1. Field of the Invention
This invention relates to a multi-channel compact camera system.
2. Description of the Related Art
Cameras are well known devices for capturing a visual image. With the advent of electronic image sensors, digital cameras started using image sensors such as a CCD image sensor or a CMOS image sensor. The use of an image sensor easily allowed the camera to store the captured image as digital information. The digital information could be analyzed separately or could be used to reproduce the visual image.
As the typical camera is used to capture a visual image as seen by the human eye, digital cameras were designed with that purpose in mind. Most cameras capture the spectrum of light that correspond to visible light, approximately 450 to 700 nm. In particular, these cameras capture three spectral bands, (1) red light, (2) green light, and (3) blue light. If light from these three spectrums are captured and reproduced, the resulting image would closely mimic the image as seen by the human eye.
To make digital cameras capture color, they are made to absorb light in a way that's similar to the way our eyes do. That is, they contain arrays of photosites that sense red, green, or blue light. Traditionally this is done in one of two ways: 1) Using a single image sensor which incorporates a Color Filter Array (CFA); or 2) Using a three image sensor configuration with a multiple channel beam splitting component that separates images into discrete red, green and blue channels using conventional filters. Using a single image sensor which incorporates a CFA will generally have poorer resolution than multiple image sensors. However, a multiple image sensor configuration will increase the size and cost of the camera. It would be advantageous to have a camera system that maximizes the compactness of the device while maintaining the quality of data to suffice for the purposes of the camera.
It is known that the human eye is most sensitive to green light. In addition, the human eye's perception of resolution peaks in the green portion of the spectrum and is much more sensitive to brightness (luminance) variations than to color (chrominance) variations. To mimic this property of the eye, digital cameras will employ CFAs that will allow more green light to filter through the CFA than red and blue. One such popular CFA (RGGB filter), will allow twice as much green light to filter through than red light or blue light. This results in twice as much resolution from the green channel of a typical single-chip camera, than from either red or blue one. This chroma subsampling (G:B:R sampling ratios of 2:1:1) is the practice of encoding images by implementing less resolution for chroma information than for luma information, taking advantage of the human visual system's lower acuity for color differences than for luminance.
CCD and CMOS image sensors are sensitive to light outside of the visible spectrum, specifically the near infrared (“NIR”) portion of the spectrum (approximately 700 to 900 nm). Because of this sensitivity, color RGB cameras employ NIR blocking filters to eliminate color cross-talk or color distortion in the RGB Image.

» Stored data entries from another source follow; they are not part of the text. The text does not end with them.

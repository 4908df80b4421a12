"""`rdcheck compare`: what moved between two validations of the same case (a regression check).

Sweep points are matched by the sweep parameter's value (to 1e-12 relative). A matched point has moved when
its predicted regime changed, when the outcome of its noise start or of a pulse of the same height (to 1e-12
relative) changed in any dimension, when a run is present in one and missing in the other, or when its
threshold bracket moved: the two brackets ``[low, high]`` (an absent end is open) no longer overlap after each
is widened by the bracket tolerance (relative; the current study's ``tolerance``, default 0.02), or one has a
bracket and the other none. Points present in only one study are listed too.
"""

from __future__ import annotations

import math
from dataclasses import dataclass
from pathlib import Path

from .report import agreement_rows, load_stores, study_dims
from .runs import RunRecord

__all__ = ["DEFAULT_TOLERANCE", "Change", "brackets_moved", "compare_stores", "compare_studies"]

#: Relative bracket tolerance when the study names none.
DEFAULT_TOLERANCE = 0.02

_REL = 1e-12


@dataclass(frozen=True)
class Change:
    """One thing that moved at one sweep point (``dim`` None for the regime and unmatched points)."""

    value: float
    kind: str  # "regime" | "outcome" | "threshold" | "only-base" | "only-current"
    dim: int | None
    what: str
    before: str
    after: str

    def __str__(self) -> str:
        where = f"{self.dim}D " if self.dim is not None else ""
        return f"{self.value:.10g}: {where}{self.what}: {self.before} -> {self.after}"


def _close(a: float, b: float) -> bool:
    return abs(a - b) <= _REL * max(abs(a), abs(b), 1e-300)


def _widened(low: float | None, high: float | None, tol: float) -> tuple[float, float]:
    lo = -math.inf if low is None else low - tol * abs(low)
    hi = math.inf if high is None else high + tol * abs(high)
    return lo, hi


def brackets_moved(a: tuple[float | None, float | None], b: tuple[float | None, float | None],
                   tol: float) -> bool:
    """Whether two threshold brackets ``(low, high)`` disagree beyond the relative tolerance ``tol``."""
    has_a, has_b = a != (None, None), b != (None, None)
    if has_a != has_b:
        return True
    if not has_a:
        return False
    (alo, ahi), (blo, bhi) = _widened(*a, tol), _widened(*b, tol)
    return not (alo <= bhi and blo <= ahi)


def _text(v) -> str:
    if v is None:
        return "none"
    if isinstance(v, tuple):
        return "[" + ", ".join("-" if x is None else f"{x:.6g}" for x in v) + "]"
    return str(v)


def _match(rows: list[dict], value: float, name: str) -> dict | None:
    return next((r for r in rows if _close(r[name], value)), None)


def _pulse_changes(value: float, d: int, a: tuple, b: tuple) -> list[Change]:
    out = []
    for h, before in a:
        after = next((o for hb, o in b if _close(hb, h)), None)
        if after is not None and after != before:
            out.append(Change(value, "outcome", d, f"pulse {h:.6g}", before, after))
    return out


def _point_changes(name: str, dims: list[int], a: dict, b: dict, tol: float) -> list[Change]:
    value = a[name]
    out = []
    if a["regime"] != b["regime"]:
        out.append(Change(value, "regime", None, "regime", _text(a["regime"]), _text(b["regime"])))
    for d in dims:
        before, after = a.get(f"noise_{d}d"), b.get(f"noise_{d}d")
        if before != after:
            out.append(Change(value, "outcome", d, "noise", _text(before), _text(after)))
        out += _pulse_changes(value, d, a.get(f"pulses_{d}d") or (), b.get(f"pulses_{d}d") or ())
        ba = (a.get(f"threshold_low_{d}d"), a.get(f"threshold_high_{d}d"))
        bb = (b.get(f"threshold_low_{d}d"), b.get(f"threshold_high_{d}d"))
        if brackets_moved(ba, bb, tol):
            out.append(Change(value, "threshold", d, "threshold bracket", _text(ba), _text(bb)))
    return out


def compare_studies(base: tuple[dict, dict[str, RunRecord]], current: tuple[dict, dict[str, RunRecord]],
                    tolerance: float | None = None) -> list[Change]:
    """Every change between two (study, records) pairs, in sweep order (rules in the module docstring)."""
    (sa, ra), (sb, rb) = base, current
    name = sb.get("sweep_parameter")
    if sa.get("sweep_parameter") != name:
        msg = (f"`base` sweeps over {sa.get('sweep_parameter')!r} but `current` over {name!r}: "
               "compare needs the same sweep parameter.")
        raise ValueError(msg)
    tol = float(tolerance if tolerance is not None else sb.get("tolerance", sa.get("tolerance", DEFAULT_TOLERANCE)))
    rows_a, rows_b = agreement_rows(sa, ra), agreement_rows(sb, rb)
    dims = sorted(set(study_dims(sa)) | set(study_dims(sb)))
    changes = []
    for a in rows_a:
        b = _match(rows_b, a[name], name)
        if b is None:
            changes.append(Change(a[name], "only-base", None, "point", "present", "absent"))
        else:
            changes += _point_changes(name, dims, a, b, tol)
    changes += [Change(b[name], "only-current", None, "point", "absent", "present")
                for b in rows_b if _match(rows_a, b[name], name) is None]
    return sorted(changes, key=lambda c: c.value)


def compare_stores(path_a: str | Path, path_b: str | Path) -> tuple[str, int]:
    """`rdcheck compare BASELINE CURRENT`: a readable listing and the exit status (1 if anything moved)."""
    base, current = load_stores([path_a]), load_stores([path_b])
    changes = compare_studies(base, current)
    name = current[0]["sweep_parameter"]
    head = f"rdcheck compare {path_a} -> {path_b} (sweep over {name})"
    if not changes:
        return f"{head}\nno changes\n", 0
    lines = [head, f"{len(changes)} change{'s' if len(changes) != 1 else ''}:", *(f"  {c}" for c in changes)]
    return "\n".join(lines) + "\n", 1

The NIR portion of the spectrum does, however, have significant information content. Some specialized RGB camera replace the NIR blocking filter with a blue blocking filter to create a Green-Red-Near IR (GRN) image capture or Color-IR image capture device. Because the blue CFA material transmits both blue and NIR light, this filter change results in collecting NIR light in pixels originally purposed to collect blue light. In this configuration the camera captures three spectral bands with a G:R:N sampling ratio of 2:1:1 and when the bands are combined they generate useful false color images for assessment of information content.
Each individual spectral band, however, has significant image information content of its own. Also, ratios of individual bands can be used to extract additional information content not easily obtained from individual bands. Unfortunately, the low sampling ratios of the B, R and N bands in conventional camera configurations result in low resolution band content and the ability to assess information content from these bands is diminished.

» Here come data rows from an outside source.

def _write_main(path: Path, mains: Iterable[Path], runs: Iterable[Path], docs: dict[str, str]) -> None:
    """Atomically write ``path`` from single-run files, main files and documents.

    The first source of a key wins, single-run (pending, newer) files before main files; documents in
    ``docs`` override those of the main files.
    """
    h5py = _h5py()
    tmp = Path(f"{path}.tmp")
    with h5py.File(tmp, "w") as out:
        out.attrs["format"] = FORMAT
        dest = out.create_group("runs")
        for src in runs:
            k = src.name[:-3]
            if k in dest:
                continue
            with h5py.File(src, "r") as f:
                g = dest.create_group(k)
                for name, value in f.attrs.items():
                    g.attrs[name] = value
                for name in f:
                    f.copy(f[name], g, name=name)
        for main in mains:
            with h5py.File(main, "r") as f:
                for name, value in f.attrs.items():
                    if name.startswith("doc:") and name not in out.attrs:
                        out.attrs[name] = value
                for k in f.get("runs", {}):
                    if k not in dest:
                        f.copy(f["runs"][k], dest, name=k)
        for name, text in docs.items():
            out.attrs[f"doc:{name}"] = text
    _publish(tmp, path)


def merge_stores(paths: Sequence[str | os.PathLike], out: str | os.PathLike) -> Store:
    """One consolidated store at ``out`` from several (e.g. shards): the union of runs, studies merged.

    A key in several stores is kept once (the first store's copy). ``study`` documents are merged by
    :func:`merge_studies`; any other document is taken from the first store that has it. ``out`` may be
    one of ``paths`` or an existing store, whose content is then kept.
    """
    out = Path(out)
    stores = [Store(p) for p in paths]
    for s in stores:
        if not s.path.exists() and not s.pending_dir.is_dir():
            msg = f"`paths`: no store at {s.path}"
            raise InputError(msg)
    target = Store(out)
    target.consolidate()
    sources = [target] + [s for s in stores if s.path.resolve() != out.resolve()]
    mains = [s.path for s in sources if s.path.exists()]
    pending = [s.pending_dir / f"{k}.h5" for s in sources for k in sorted(s._pending_keys)]
    docs: dict[str, str] = {}
    for name in sorted(set().union(*(s.doc_names() for s in sources))):
        values = [s.get_doc(name) for s in sources if name in s.doc_names()]
        docs[name] = json.dumps(merge_studies(values) if name == "study" else values[0])
    _write_main(out, mains, pending, docs)
    target.refresh()
    return target


# study documents -------------------------------------------------------------------------------------
_STUDY_IDENTITY = ("case", "overrides", "model", "sweep_parameter")


def merge_studies(studies: Sequence[dict]) -> dict:
    """Merge the ``study`` documents of shards: union of points by index (runs and thresholds per dim).

    Within a point and dimension: the noise run is the first one given, pulses are the union of
    ``[height, key]`` pairs sorted by height, and the threshold is the first searched one, a ``bracketed``
    one preferred and among those the narrowest (each bracket is made of real runs, so the narrowest is
    still honest). ``boundaries`` are united by ``(dim, between)`` (narrowest kept), ``widths`` by
    ``(dim, index, width)``, ``ratios`` by ``(ratio, dim)``. Studies of different cases or models are not merged.
    """
    if not studies:
        msg = "`studies` must not be empty"
        raise ValueError(msg)
    first = studies[0]
    for s in studies[1:]:
        for name in _STUDY_IDENTITY:
            if s.get(name) != first.get(name):
                msg = f"`studies`: shards differ in `{name}` ({first.get(name)!r} vs {s.get(name)!r})"
                raise InputError(msg)
    merged = dict(first)
    points: dict[int, dict] = {}
    for s in studies:
        for p in s.get("points", []):
            idx = int(p["index"])
            points[idx] = p if idx not in points else _merge_point(points[idx], p)
    merged["points"] = [points[i] for i in sorted(points)]
    merged["boundaries"] = _union(studies, "boundaries", lambda b: (b["dim"], tuple(b["between"])), _narrower)
    for name, ident in (("widths", lambda w: (w["dim"], w["index"], w["width"])),
                        ("ratios", lambda r: (r["ratio"], r.get("dim", 1)))):
        if any(name in s for s in studies):
            merged[name] = _union(studies, name, ident, lambda a, b: a)
    return merged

Current color cameras are extremely wasteful with light. To capture color images, a filter or series of filters needs to be placed over each pixel of an image sensor that permits only particular colors of light. Due to subsampling of a RGGB pattern only 50% of incoming green light and 25% of red and blue light is available to be captured. Furthermore, because of the attenuation of the red, green and blue filters only half of that available light can reach the light sensing elements of the sensor. The net result is that roughly 25% of all green light and 12.5% of all red and blue light actually reach the light sensing portion of the sensor.
It would be advantageous to have a camera system that maximizes the compactness of the device while capturing four simultaneous spectral bands (red, blue, green and NIR) with minimal spectral crosstalk while maximizing the quality of data (sampling density and light transmission) and, if desired, maintain a R:G:B:N sampling ratio of 1:1:1:1 to suffice for the purposes of maximum image information content assessment from the camera.